Start of Provided records

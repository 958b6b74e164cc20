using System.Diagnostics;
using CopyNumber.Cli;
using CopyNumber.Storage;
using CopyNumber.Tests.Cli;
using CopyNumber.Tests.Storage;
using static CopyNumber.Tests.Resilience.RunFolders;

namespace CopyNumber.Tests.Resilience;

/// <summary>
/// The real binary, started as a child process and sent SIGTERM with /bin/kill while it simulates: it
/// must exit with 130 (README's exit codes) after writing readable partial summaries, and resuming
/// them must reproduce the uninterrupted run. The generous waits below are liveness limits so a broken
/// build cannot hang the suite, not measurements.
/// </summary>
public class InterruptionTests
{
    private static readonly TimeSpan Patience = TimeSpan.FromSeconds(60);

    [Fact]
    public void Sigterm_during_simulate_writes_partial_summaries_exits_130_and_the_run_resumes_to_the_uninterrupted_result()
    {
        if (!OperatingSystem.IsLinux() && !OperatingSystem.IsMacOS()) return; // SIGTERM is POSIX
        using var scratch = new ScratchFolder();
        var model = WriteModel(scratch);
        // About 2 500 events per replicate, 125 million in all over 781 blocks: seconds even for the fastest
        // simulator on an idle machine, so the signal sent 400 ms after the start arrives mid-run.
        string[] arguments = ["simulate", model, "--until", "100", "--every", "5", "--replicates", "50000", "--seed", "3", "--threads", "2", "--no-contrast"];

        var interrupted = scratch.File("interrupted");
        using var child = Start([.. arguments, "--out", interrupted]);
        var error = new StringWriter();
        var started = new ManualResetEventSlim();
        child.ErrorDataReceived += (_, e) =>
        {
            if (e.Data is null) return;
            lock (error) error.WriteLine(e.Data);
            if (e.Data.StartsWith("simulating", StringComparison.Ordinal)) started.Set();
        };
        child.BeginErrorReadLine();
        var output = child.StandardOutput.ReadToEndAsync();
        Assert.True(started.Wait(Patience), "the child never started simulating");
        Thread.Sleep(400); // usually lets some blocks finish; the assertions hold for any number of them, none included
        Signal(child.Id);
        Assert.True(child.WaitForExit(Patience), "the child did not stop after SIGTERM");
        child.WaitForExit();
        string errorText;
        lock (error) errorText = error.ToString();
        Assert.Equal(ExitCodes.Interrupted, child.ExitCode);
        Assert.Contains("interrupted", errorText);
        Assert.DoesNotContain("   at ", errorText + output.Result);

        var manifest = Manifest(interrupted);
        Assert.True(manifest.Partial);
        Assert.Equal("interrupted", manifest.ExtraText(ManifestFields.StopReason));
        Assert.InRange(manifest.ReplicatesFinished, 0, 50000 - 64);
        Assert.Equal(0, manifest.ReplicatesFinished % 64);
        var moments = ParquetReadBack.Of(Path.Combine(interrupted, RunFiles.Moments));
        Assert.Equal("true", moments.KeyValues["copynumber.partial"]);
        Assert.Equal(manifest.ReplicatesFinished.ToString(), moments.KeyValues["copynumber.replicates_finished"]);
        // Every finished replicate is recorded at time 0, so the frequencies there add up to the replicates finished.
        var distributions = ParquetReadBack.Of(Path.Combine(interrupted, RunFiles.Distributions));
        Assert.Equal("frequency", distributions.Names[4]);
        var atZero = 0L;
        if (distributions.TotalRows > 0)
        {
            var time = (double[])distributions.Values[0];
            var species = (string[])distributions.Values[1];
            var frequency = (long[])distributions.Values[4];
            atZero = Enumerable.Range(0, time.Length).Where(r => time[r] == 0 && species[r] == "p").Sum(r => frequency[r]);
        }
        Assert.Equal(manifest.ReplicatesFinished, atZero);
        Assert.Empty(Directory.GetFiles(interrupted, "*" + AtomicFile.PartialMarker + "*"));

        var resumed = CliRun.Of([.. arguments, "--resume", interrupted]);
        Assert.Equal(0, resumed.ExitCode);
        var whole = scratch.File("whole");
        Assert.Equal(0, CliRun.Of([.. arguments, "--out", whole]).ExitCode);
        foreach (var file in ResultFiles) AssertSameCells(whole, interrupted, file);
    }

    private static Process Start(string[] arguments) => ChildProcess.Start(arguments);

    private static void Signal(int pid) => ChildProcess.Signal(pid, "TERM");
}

End of Provided records

## Task item
For this exercise, output the records in full, exactly.

## Answer for this exercise
repository 958b6b74e164cc20
using System.Diagnostics;
using CopyNumber.Cli;
using CopyNumber.Storage;
using CopyNumber.Tests.Cli;
using CopyNumber.Tests.Storage;
using static CopyNumber.Tests.Resilience.RunFolders;

namespace CopyNumber.Tests.Resilience;

/// <summary>
/// The real binary, started as a child process and sent SIGTERM with /bin/kill while it simulates: it
/// must exit with 130 (README's exit codes) after writing readable partial summaries, and resuming
/// them must reproduce the uninterrupted run. The generous waits below are liveness limits so a broken
/// build cannot hang the suite, not measurements.
/// </summary>
public class InterruptionTests
{
    private static readonly TimeSpan Patience = TimeSpan.FromSeconds(60);

    [Fact]
    public void Sigterm_during_simulate_writes_partial_summaries_exits_130_and_the_run_resumes_to_the_uninterrupted_result()
    {
        if (!OperatingSystem.IsLinux() && !OperatingSystem.IsMacOS()) return; // SIGTERM is POSIX
        using var scratch = new ScratchFolder();
        var model = WriteModel(scratch);
        // About 2 500 events per replicate, 125 million in all over 781 blocks: seconds even for the fastest
        // simulator on an idle machine, so the signal sent 400 ms after the start arrives mid-run.
        string[] arguments = ["simulate", model, "--until", "100", "--every", "5", "--replicates", "50000", "--seed", "3", "--threads", "2", "--no-contrast"];

        var interrupted = scratch.File("interrupted");
        using var child = Start([.. arguments, "--out", interrupted]);
        var error = new StringWriter();
        var started = new ManualResetEventSlim();
        child.ErrorDataReceived += (_, e) =>
        {
            if (e.Data is null) return;
            lock (error) error.WriteLine(e.Data);
            if (e.Data.StartsWith("simulating", StringComparison.Ordinal)) started.Set();
        };
        child.BeginErrorReadLine();
        var output = child.StandardOutput.ReadToEndAsync();
        Assert.True(started.Wait(Patience), "the child never started simulating");
        Thread.Sleep(400); // usually lets some blocks finish; the assertions hold for any number of them, none included
        Signal(child.Id);
        Assert.True(child.WaitForExit(Patience), "the child did not stop after SIGTERM");
        child.WaitForExit();
        string errorText;
        lock (error) errorText = error.ToString();
        Assert.Equal(ExitCodes.Interrupted, child.ExitCode);
        Assert.Contains("interrupted", errorText);
        Assert.DoesNotContain("   at ", errorText + output.Result);

        var manifest = Manifest(interrupted);
        Assert.True(manifest.Partial);
        Assert.Equal("interrupted", manifest.ExtraText(ManifestFields.StopReason));
        Assert.InRange(manifest.ReplicatesFinished, 0, 50000 - 64);
        Assert.Equal(0, manifest.ReplicatesFinished % 64);
        var moments = ParquetReadBack.Of(Path.Combine(interrupted, RunFiles.Moments));
        Assert.Equal("true", moments.KeyValues["copynumber.partial"]);
        Assert.Equal(manifest.ReplicatesFinished.ToString(), moments.KeyValues["copynumber.replicates_finished"]);
        // Every finished replicate is recorded at time 0, so the frequencies there add up to the replicates finished.
        var distributions = ParquetReadBack.Of(Path.Combine(interrupted, RunFiles.Distributions));
        Assert.Equal("frequency", distributions.Names[4]);
        var atZero = 0L;
        if (distributions.TotalRows > 0)
        {
            var time = (double[])distributions.Values[0];
            var species = (string[])distributions.Values[1];
            var frequency = (long[])distributions.Values[4];
            atZero = Enumerable.Range(0, time.Length).Where(r => time[r] == 0 && species[r] == "p").Sum(r => frequency[r]);
        }
        Assert.Equal(manifest.ReplicatesFinished, atZero);
        Assert.Empty(Directory.GetFiles(interrupted, "*" + AtomicFile.PartialMarker + "*"));

        var resumed = CliRun.Of([.. arguments, "--resume", interrupted]);
        Assert.Equal(0, resumed.ExitCode);
        var whole = scratch.File("whole");
        Assert.Equal(0, CliRun.Of([.. arguments, "--out", whole]).ExitCode);
        foreach (var file in ResultFiles) AssertSameCells(whole, interrupted, file);
    }

    private static Process Start(string[] arguments) => ChildProcess.Start(arguments);

    private static void Signal(int pid) => ChildProcess.Signal(pid, "TERM");
}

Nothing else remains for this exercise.